Take each line from the entries that holds "crate" and copy it out.

Given information: Begin

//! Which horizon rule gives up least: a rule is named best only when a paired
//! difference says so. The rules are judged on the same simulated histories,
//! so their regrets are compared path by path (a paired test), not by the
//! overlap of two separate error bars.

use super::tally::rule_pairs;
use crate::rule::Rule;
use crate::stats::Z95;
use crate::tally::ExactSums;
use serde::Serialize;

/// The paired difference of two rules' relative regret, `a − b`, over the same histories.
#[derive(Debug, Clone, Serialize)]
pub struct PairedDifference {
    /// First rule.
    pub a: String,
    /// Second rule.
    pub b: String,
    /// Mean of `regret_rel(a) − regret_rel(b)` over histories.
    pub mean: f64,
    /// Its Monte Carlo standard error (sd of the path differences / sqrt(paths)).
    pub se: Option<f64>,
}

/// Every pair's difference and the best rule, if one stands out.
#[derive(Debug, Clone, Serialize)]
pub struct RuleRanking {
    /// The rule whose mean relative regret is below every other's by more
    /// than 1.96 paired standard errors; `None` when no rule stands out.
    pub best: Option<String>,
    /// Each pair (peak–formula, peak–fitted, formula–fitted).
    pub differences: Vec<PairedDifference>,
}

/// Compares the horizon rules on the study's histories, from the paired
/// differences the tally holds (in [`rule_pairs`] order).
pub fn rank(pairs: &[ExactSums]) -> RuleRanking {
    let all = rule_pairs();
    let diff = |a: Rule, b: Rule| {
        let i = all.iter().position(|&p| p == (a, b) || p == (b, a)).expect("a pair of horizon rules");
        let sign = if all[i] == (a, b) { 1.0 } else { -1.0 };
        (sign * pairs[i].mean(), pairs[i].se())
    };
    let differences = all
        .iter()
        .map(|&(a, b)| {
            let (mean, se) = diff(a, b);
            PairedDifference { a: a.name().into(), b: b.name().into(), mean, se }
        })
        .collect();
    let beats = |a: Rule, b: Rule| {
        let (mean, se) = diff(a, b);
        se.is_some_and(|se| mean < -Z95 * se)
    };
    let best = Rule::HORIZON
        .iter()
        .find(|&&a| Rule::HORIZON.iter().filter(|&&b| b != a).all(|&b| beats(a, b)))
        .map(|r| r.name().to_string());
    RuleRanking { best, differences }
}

Given information: End

Solution to this task:
use crate::rule::Rule;
use crate::stats::Z95;
use crate::tally::ExactSums;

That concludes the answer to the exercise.